Kubernetes has become the operating system of the cloud, hosting diverse workloads across namespaces and business units. However, Kubernetes was not designed with hard multi-tenancy in mind. The container runtime shares the host operating system's kernel, making container escapes a constant risk. By default, namespaces in Kubernetes are logical divisions, not secure security boundaries. Without deliberate security engineering, any pod in a cluster can communicate with any other pod, query the cluster's internal DNS, and potentially extract secrets from the local Kubernetes API.

At scale, the failure to implement network segmentation, secure RBAC configurations, and strict admission control policies turns a single microservice compromise into a cluster-wide take-over. Attackers exploit weak Pod Security Standards to schedule privileged workloads, mount host directories, and capture service account tokens to escalate privileges. This whitepaper analyzes the attack paths from pod compromise to control plane takeover.
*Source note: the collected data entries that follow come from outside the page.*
"""Terms affine in their parameters are recognised, exactly, and nothing else is."""

import math
from fractions import Fraction

import numpy as np
import pytest
from hypothesis import given
from hypothesis import strategies as st

from tmsolve import StateSet, bond, cos_turns, delta, ising, site, spins
from tmsolve.tabulate.affine import affine_table
from tmsolve.tabulate.calling import number_table
from tmsolve.tabulate.exact import exact_table

HALF = Fraction(1, 2)


def form(function, states):
    """Return constants and slopes of a function of one site."""
    found = affine_table(site(function), [states])
    return None if found is None else (found.constant.tolist(), {n: a.tolist() for n, a in found.slopes.items()})


@pytest.mark.parametrize(
    ("function", "constant", "slopes"),
    [
        (lambda s, J: J * s, [0, 0], {"J": [-1, 1]}),
        (lambda s, J: 2, [2, 2], {}),
        (lambda s, J, K: (J + K) / 2 - (K - J) * s, [0, 0], {"J": [-HALF, 3 * HALF], "K": [3 * HALF, -HALF]}),
        (lambda s, J: 0.1 * J, [0, 0], {"J": [Fraction(1, 10)] * 2}),
        (lambda s, J: -J * (s == 1), [0, 0], {"J": [0, -1]}),
        (lambda s, J: -J * delta(s, 1), [0, 0], {"J": [0, -1]}),
        (lambda s, J: J if s > 0 else math.inf, [math.inf, 0], {"J": [0, 1]}),
        (lambda s, J: J * s + (math.inf if s < 0 else 3), [math.inf, 3], {"J": [-1, 1]}),
        (lambda s, J: np.float64(0.25) * J + np.int64(s), [-1, 1], {"J": [Fraction(1, 4)] * 2}),
        (lambda s, J: np.sum([J * s, J, 1]), [1, 1], {"J": [0, 2]}),
        (lambda s, J: sum([J, J * s]), [0, 0], {"J": [0, 2]}),
        (lambda s, J: +J - (-J), [0, 0], {"J": [2, 2]}),
        (lambda s, J: (J - J) * J + J * 0, [0, 0], {}),
        (lambda s, J: J * s / (1 + s * s), [0, 0], {"J": [-HALF, HALF]}),
        (lambda s, J: -J * cos_turns(s, 6), [0, 0], {"J": [-HALF, -HALF]}),
        (lambda s, J: J * Fraction(1, 3) + True, [1, 1], {"J": [Fraction(1, 3)] * 2}),
    ],
)
def test_affine_forms_are_exact(function, constant, slopes):
    assert form(function, ising()) == (constant, slopes)


@pytest.mark.parametrize(
    "function",
    [
        lambda s, J, K: J * K,
        lambda s, J, K: J**2 + K,
        lambda s, J, K: J / K,
        lambda s, J, K: 1 / J,
        lambda s, J, K: 2**J,
        lambda s, J, K: abs(J),
        lambda s, J, K: J if J > 0 else K,
        lambda s, J, K: J if J == K else K,
        lambda s, J, K: max(J, K),
        lambda s, J, K: math.exp(J),
        lambda s, J, K: np.exp(J),
        lambda s, J, K: np.where(J, 1, K),
        lambda s, J, K: np.maximum(J, K),
        lambda s, J, K: J % 2,
        lambda s, J, K: J // 2,
        lambda s, J, K: int(J),
        lambda s, J, K: J * math.inf,
        lambda s, J, K: J + math.nan,
        lambda s, J, K: J - math.inf,
        lambda s, J, K: J / 0,
        lambda s, J, K: J * 1j,
        lambda s, J, K: J * 10**300,
        lambda s, J, K: 1e250 * s,
        lambda s, J, K: "energy",
        lambda s, J, K: True,
        lambda s, J, K: None,
        lambda s, J, K: [1, 2][J],
        lambda s, J, K: np.array([1, 2]) * J,
        lambda s, J, T: J * s,
    ],
)
def test_everything_else_is_not(function):
    assert form(function, ising()) is None


@pytest.mark.parametrize("third", [0.1, 0.3, 1 / 3])
def test_a_comparison_with_a_float_state_is_not_lost(third):
    states = StateSet([third, 1])
    function = lambda s, J: J if s == third else 0  # noqa: E731
    term = site(function)
    assert affine_table(term, [states]) is None
    assert number_table(term, [states], {"J": 2.0}, 1)[:, 0].tolist() == [2.0, 0.0]
    assert form(lambda s, J: J * s, states) is not None


@pytest.mark.parametrize(
    "function",
    [
        lambda s, J: J**2 if s == 0.1 else 0,
        lambda s, J: J**2 * s if J == 0.1 else 0,
        lambda s, J: J * J if s + J == 0.1 + 0.2 else 0,
    ],
)
def test_exact_tables_do_not_lose_comparisons_with_floats(function):
    states, term = StateSet([0.1, 0.2]), site(function)
    values = {"J": Fraction(1, 10)}
    exact = exact_table(term, [states], values, ())
    plain = number_table(term, [states], {"J": 0.1}, 1)[:, 0]
    assert exact is None or [float(x) for x in exact] == pytest.approx(plain)
    assert plain.any()
    assert exact_table(site(lambda s, J: J**2 * s), [states], values, ()).tolist() == [
        Fraction(1, 1000),
        Fraction(1, 500),
    ]


def guarded(s, J):
    try:
        return math.floor(J) * s
    except Exception:
        return J * s


@pytest.mark.parametrize(
    "function",
    [
        guarded,
        lambda s, J: J * s if isinstance(J, float) else 0,
        lambda s, J: J if hasattr(J, "slopes") else s,
        lambda s, J: J * s if isinstance(J, float) else math.inf,
    ],
)
def test_a_function_that_tells_tracers_from_numbers_is_not_believed(function):
    assert form(function, ising()) is None
    assert number_table(site(function), [ising()], {"J": 1.5}, 1)[1, 0] == function(1, 1.5)


@st.composite
def affine_terms(draw):
    """Draw a function of two states made of sums, differences, and exact multiples of parameters."""
    numbers = st.fractions(-4, 4, max_denominator=8)

    def grow(depth):
        kind = draw(st.sampled_from(["parameter", "number", "sum", "difference", "multiple", "quotient", "state"]))
        if depth == 0 or kind in ("parameter", "number", "state"):
            name, value = draw(st.sampled_from(["J", "K", "L"])), draw(numbers)
            if kind == "number":
                return lambda s, t, p: value
            if kind == "state":
                return lambda s, t, p: p[name] * (s * t + value)
            return lambda s, t, p: p[name]
        left, factor = grow(depth - 1), draw(numbers.filter(bool))
        if kind == "multiple":
            return lambda s, t, p: factor * left(s, t, p)
        if kind == "quotient":
            return lambda s, t, p: left(s, t, p) / factor
        right = grow(depth - 1)
        if kind == "sum":
            return lambda s, t, p: left(s, t, p) + right(s, t, p)
        return lambda s, t, p: left(s, t, p) - right(s, t, p)

    inner = grow(4)
    return lambda s, t, J, K, L: inner(s, t, {"J": J, "K": K, "L": L})


@given(affine_terms(), st.tuples(*[st.fractions(-3, 3, max_denominator=9)] * 3))
def test_the_form_is_the_function(function, values):
    states = [spins(1), spins("1/2")]
    found = affine_table(bond(function), states)
    assert found is not None
    parameters = dict(zip("JKL", values, strict=True))
    for (i, s), (j, t) in ((a, b) for a in enumerate(states[0]) for b in enumerate(states[1])):
        form_value = found.constant[i, j] + sum(a[i, j] * parameters[n] for n, a in found.slopes.items())
        assert form_value == function(s, t, **parameters)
It provides defensive architecture patterns using Kubernetes NetworkPolicies, OPA Gatekeeper, and sandboxed runtimes to achieve secure multi-tenancy.
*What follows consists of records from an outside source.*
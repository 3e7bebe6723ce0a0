"""Equitable partitions: classes of states that a table of labels cannot tell apart by counting.

A table of n × n labels is a complete directed graph whose edges have colours. Counting the
labels between states and classes, and splitting classes whose members count differently,
ends with the coarsest partition that counting cannot refine.
"""

from __future__ import annotations

import numpy as np

__all__ = ["checked", "class_members", "equitable", "hashed", "interned", "is_equitable", "mixed", "ranked", "refined"]

def equitable(table: np.ndarray, colours: np.ndarray | None = None) -> np.ndarray:
    """Return the coarsest equitable partition of the states of a table of labels.

    States i and j are in one class when they have the same colour and the same label
    ``table[i, i]``, and for every class C and label w the numbers of k ∈ C with
    ``table[i, k] == w`` (row) and with ``table[k, i] == w`` (column) agree. Both directions are
    always asked for. Then the sum of a function of the labels over a class of columns is the same
    in all rows of a class, and likewise for the transpose: the quotient matrices of both are well
    defined. Every orbit of a symmetry of the table lies in one class; the converse does not hold.

    Parameters
    ----------
    table : ndarray of int, shape (n, n)
        Labels; equal weights have equal labels (`interned` makes them from numbers).
    colours : ndarray of int, shape (n,), optional
        Classes that must not be joined.

    Returns
    -------
    ndarray of int, shape (n,)
        Class numbers in order of first appearance, so that class 0 holds state 0.

    Raises
    ------
    ValueError
        Not a square table of integers, or not one colour per state.
    ArithmeticError
        Every hash function tried collided, for which no table is known.

    Notes
    -----
    Counts are compared through sums of pseudo-random numbers mod 2⁶⁴. Numbers that collide leave
    a partition too coarse, which the exact count of `is_equitable` at the end discovers; the
    refinement then goes on with other numbers.

    Examples
    --------
    A ring of four states, and the same with state 0 singled out:

    >>> ring = np.array([[0, 1, 2, 1], [1, 0, 1, 2], [2, 1, 0, 1], [1, 2, 1, 0]])
    >>> equitable(ring).tolist()
    [0, 0, 0, 0]
    >>> equitable(ring, np.array([1, 0, 0, 0])).tolist()
    [0, 1, 2, 1]
    """
    labels = checked(table)
    n = len(labels)
    if colours is None:
        classes = np.zeros(n, dtype=np.intp)
    else:
        colours = np.asarray(colours)
        if colours.shape != (n,) or colours.dtype.kind not in "iu":
            raise ValueError(
                f"colours must be {n} integers, one per state of the table, "
                f"got {colours.dtype} of shape {colours.shape}"
            )
        classes = ranked(colours)
    if n == 0:
        return classes
    classes = _common(classes, ranked(labels.diagonal()))
    for attempt in range(64):
        classes = refined(hashed(labels, attempt), classes, attempt)
        if is_equitable(labels, classes):
            return classes
    raise ArithmeticError("colour refinement did not become equitable: 64 independent hash functions collided")


def interned(matrix: np.ndarray) -> np.ndarray:
    """Give equal numbers equal labels 0, 1, …, in increasing order of the numbers.

    Examples
    --------
    >>> interned(np.array([[0.5, -1.0], [-1.0, 0.5]])).tolist()
    [[1, 0], [0, 1]]
    """
    _, labels = np.unique(matrix, return_inverse=True)
    return labels.reshape(np.shape(matrix))


def ranked(values: np.ndarray) -> np.ndarray:
    """Renumber classes in order of first appearance.

    Examples
    --------
    >>> ranked(np.array([7, 3, 7, 0])).tolist()
    [0, 1, 0, 2]
    """
    _, first, inverse = np.unique(values, return_index=True, return_inverse=True)
    rank = np.empty(len(first), dtype=np.intp)
    rank[np.argsort(first)] = np.arange(len(first))
    return rank[inverse.ravel()]


def class_members(classes: np.ndarray) -> list[np.ndarray]:
    """Return the states of each class, in increasing order.

    Examples
    --------
    >>> [part.tolist() for part in class_members(np.array([0, 1, 0, 2]))]
    [[0, 2], [1], [3]]
    """
    order = np.argsort(classes, kind="stable")
    return np.split(order, np.flatnonzero(np.diff(classes[order])) + 1) if len(classes) else []


def is_equitable(table: np.ndarray, classes: np.ndarray) -> bool:
    """Whether no class can be split by counting labels; exact.

    Parameters
    ----------
    table : ndarray of int, shape (n, n)
        Labels.
    classes : ndarray of int, shape (n,)
        Class numbers.

    Examples
    --------
    >>> is_equitable(np.array([[0, 1], [2, 0]]), np.array([0, 0]))
    False
    """
    labels = checked(table)
    classes = ranked(np.asarray(classes))
    _, first = np.unique(classes, return_index=True)
    representative = first[classes]
    if not np.array_equal(labels.diagonal(), labels.diagonal()[representative]):
        return False
    narrow: type[np.signedinteger] = np.int32 if (labels.max(initial=0) + 1) * len(first) < 2**31 else np.int64
    codes = labels.astype(narrow) * narrow(len(first))
    return all(_same_counts(way + classes.astype(narrow), representative) for way in (codes, codes.T))


def _same_counts(codes: np.ndarray, representative: np.ndarray) -> bool:
    """Whether each row holds the same codes, equally often, as the row that represents it."""
    ordered = np.ascontiguousarray(codes)
    ordered.sort(axis=1)
    return bool(np.array_equal(ordered, ordered[representative]))


def hashed(labels: np.ndarray, seed: int = 0) -> np.ndarray:
    """Replace labels by pseudo-random 64-bit numbers, the same for the same label."""
    return mixed(np.arange(int(labels.max(initial=0)) + 1), 3 * seed)[labels]


def refined(numbers: np.ndarray, classes: np.ndarray, seed: int = 0) -> np.ndarray:
    """Split classes by hashed counts until none splits any more.

    Parameters
    ----------
    numbers : ndarray of uint64, shape (n, n)
        From `hashed`.
    classes : ndarray of int, shape (n,)
        Class numbers below n.
    seed : int
        Chooses the numbers that stand for the classes.
    """
    n = len(numbers)
    row, column = mixed(np.arange(n), 3 * seed + 1), mixed(np.arange(n), 3 * seed + 2)
    count = int(classes.max(initial=-1)) + 1
    while count < n:
        # Σ_k R(label) C(class): two rows with different counts agree with probability about 2⁻⁵⁴.
        signature = np.einsum("ij,j->i", numbers, row[classes]) + np.einsum("ij,i->j", numbers, column[classes])
        classes = _common(classes, signature)
        more = int(classes.max()) + 1
        if more == count:
            break
        count = more
    return classes


def _common(classes: np.ndarray, values: np.ndarray) -> np.ndarray:
    """Return the classes of states that agree in both, in order of first appearance."""
    order = np.lexsort((values, classes))
    new = (np.diff(classes[order]) != 0) | (np.diff(values[order]) != 0)
    joint = np.empty(len(classes), dtype=np.intp)
    joint[order] = np.concatenate([[0], np.cumsum(new)])
    return ranked(joint)


def mixed(numbers: np.ndarray, seed: int) -> np.ndarray:
    """Return well scattered 64-bit numbers (the finaliser of splitmix64).

    G. L. Steele, D. Lea and C. H. Flood, OOPSLA 2014, 453; constants from memory.
    """
    x = numbers.astype(np.uint64) + np.uint64(1) + (np.uint64(seed + 1) << np.uint64(40))
    x *= np.uint64(0x9E3779B97F4A7C15)
    for shift, factor in ((30, 0xBF58476D1CE4E5B9), (27, 0x94D049BB133111EB)):
        x = (x ^ (x >> np.uint64(shift))) * np.uint64(factor)
    return x ^ (x >> np.uint64(31))


def checked(table: np.ndarray) -> np.ndarray:
    """Return a square table with labels that are small and not negative."""
    labels = np.asarray(table)
    if labels.ndim != 2 or labels.shape[0] != labels.shape[1] or labels.dtype.kind not in "iu":
        raise ValueError(
            f"the table must hold n x n integer labels, got {labels.dtype} of shape {labels.shape}; "
            "interned(matrix) makes labels from numbers"
        )
    small = labels.size == 0 or (labels.min() >= 0 and labels.max() < 4 * labels.size)
    return labels.astype(np.int64, copy=False) if small else interned(labels)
Threat Model and Attack Surface

In a multi-tenant Kubernetes cluster, the threat model assumes that one of the tenants (or a pod running a tenant's code) is either malicious or compromised.
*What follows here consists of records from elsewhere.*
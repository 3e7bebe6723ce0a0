"""Choosing signs under a few elements of a group that leave a representation in as few times as possible."""

from __future__ import annotations

from collections.abc import Iterator, Sequence

import numpy as np

from .characters import Constituent
from .groups import PermutationGroup
from .permutations import compose, order_of, power
from .refine import ranked
from .signed import SignedOrbits

__all__ = ["shares", "sign_choices"]

#: Elements of the group that are tried as signs.
_POOL = 32


def sign_choices(
    group: PermutationGroup, parts: Sequence[Constituent], elements: Sequence[np.ndarray]
) -> list[SignedOrbits]:
    """Return, for each constituent, functions in which it occurs as few times, among as few others, as was found.

    Parameters
    ----------
    group : PermutationGroup
        The group.
    parts : sequence of Constituent
        From `constituents`.
    elements : sequence of permutations
        Elements of the group to be tried as signs.

    Examples
    --------
    Two states exchanged: their sum and their difference.

    >>> from tmsolve.symmetry.characters import constituents
    >>> from tmsolve.symmetry.groups import generated
    >>> group = generated([np.array([1, 0])], 2)
    >>> [cut.signs.tolist() for cut in sign_choices(group, constituents(group), [])]
    [[1, 1], [1, -1]]
    """
    pool = _pool(group, elements)
    found: dict[int, tuple[int, int, SignedOrbits]] = {}
    for k, part in enumerate(parts):
        if part.dimension == part.conjugates == 1:
            linear = _linear(group, part)
            found[k] = linear.size, linear.size, linear
    targets = [part.multiplicity * part.conjugates for part in parts]
    pending = [k for k in range(len(parts)) if k not in found]
    for cut in _starts(group, pool) if pending else ():
        for k, share in zip(pending, shares([cut], [parts[k] for k in pending])[0].tolist(), strict=True):
            useful = share and parts[k].dimension % (share // targets[k]) == 0
            if useful and (k not in found or (share, cut.size) < found[k][:2]):
                found[k] = share, cut.size, cut
        pending = [k for k in pending if k not in found or found[k][:2] != (targets[k], targets[k])]
        if not pending:
            break
    for k in pending:
        found[k] = 0, 0, _improved(found[k][2], parts[k], pool, targets[k])
    return [found[k][2] for k in range(len(parts))]


def _pool(group: PermutationGroup, candidates: Sequence[np.ndarray]) -> list[np.ndarray]:
    """Return different elements, those that are their own inverse first."""
    found: dict[bytes, np.ndarray] = {}
    products = [compose(a, b) for a in group.generators for b in group.generators]
    for g in [*candidates, *products][: 4 * _POOL]:
        order = order_of(g)
        for image in (power(g, order // 2), g) if order % 2 == 0 else (g,):
            if order > 1:
                found.setdefault(image.tobytes(), image)
    return sorted(found.values(), key=lambda g: order_of(g) > 2)[:_POOL]


def _starts(group: PermutationGroup, pool: Sequence[np.ndarray]) -> Iterator[SignedOrbits]:
    n = group.degree
    single = SignedOrbits.alone(n)
    yield single
    for x in np.unique(group.orbits, return_index=True)[1]:
        yield SignedOrbits(ranked(group.pair_orbits[x]), np.ones(n, dtype=int))
    for g in pool:
        for sign in (1, -1):
            yield single.joined([(g, sign)])


def shares(cuts: Sequence[SignedOrbits], parts: Sequence[Constituent]) -> np.ndarray:
    """Return the dimension that each constituent has in each space of functions, shape (spaces, constituents)."""
    flat = np.array([part.projector.ravel() for part in parts])
    return np.array([np.rint(flat @ cut.weights().ravel()) for cut in cuts]).astype(int)


def _linear(group: PermutationGroup, part: Constituent) -> SignedOrbits:
    """Return the functions that every element multiplies by its sign."""
    n = group.degree
    single = SignedOrbits.alone(n)
    return single.joined([(g, round(float(part.characters(g)[0].real))) for g in group.generators])


def _improved(cut: SignedOrbits, part: Constituent, pool: Sequence[np.ndarray], target: int) -> SignedOrbits:
    """Ask for further signs as long as that leaves the constituent in, less often or in fewer functions."""
    share = int(shares([cut], [part])[0, 0])
    for g in pool:
        if (share, cut.size) == (target, target):
            break
        for sign in (1, -1):
            smaller = cut.joined([(g, sign)])
            fewer = int(shares([smaller], [part])[0, 0])
            useful = fewer and part.dimension % (fewer // target) == 0
            if useful and (fewer, smaller.size) < (share, cut.size):
                cut, share = smaller, fewer
                break
    return cut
                  [ Compromised Pod / Container ]
                                 │
                        ( HostPath Escape )
                                 │
                                 ▼
                   [ Access Host File System ]
                                 │
               ┌─────────────────┴─────────────────┐
               ▼                                   ▼
      [ Steal Kubelet Config ]           [ Steal Cloud Credentials ]
               │                                   │
               ▼                                   ▼
      [ Control Plane Takeover ]         [ Cloud Platform Takeover ]

Threat Vectors and Kill-Chains

Pod Escape via HostPath Mounts:
Adversary Goal: Gain root access to the underlying worker node.
Attack Vector: An attacker compromises a pod running in a namespace with lax security policies. The pod is configured to mount /var/log or the root directory / of the worker node using hostPath. The attacker writes a malicious cron job or modifies a system binary in the mounted host directory, executing arbitrary commands with root privileges on the node.
Identity Theft via Service Account Token Harvesting:
Adversary Goal: Acquire administrative tokens to query the Kubernetes API.
Attack Vector: Every pod by default mounts a Service Account token at /var/run/secrets/kubernetes.io/serviceaccount/token. An attacker compromises a pod, extracts this JWT token, and uses it to authenticate to the Kubernetes API server from their workstation. If RBAC bindings are overly permissive (e.g. wildcard verbs or secrets-access on default service accounts), the attacker escalates permissions across the cluster.
Cross-Tenant Network Probing and Lateral Movement:
Adversary Goal: Intercept or alter traffic belonging to another tenant in the same cluster.
Attack Vector: A database service runs in namespace finance without network segmentation. An attacker compromises an application pod in namespace marketing. Because NetworkPolicies are not configured, the attacker port-scans the internal network, identifies the database in finance, and logs in using brute-forced credentials or exploits unpatched service vulnerabilities.

Deep Technical Body

The Mechanics of Node Compromise (Container Escape)

Container isolation relies on Linux kernel namespaces (cgroups, pid, mount, network, ipc, uts). If a container runs in privileged mode or mounts sensitive host systems, these namespaces are bypassed.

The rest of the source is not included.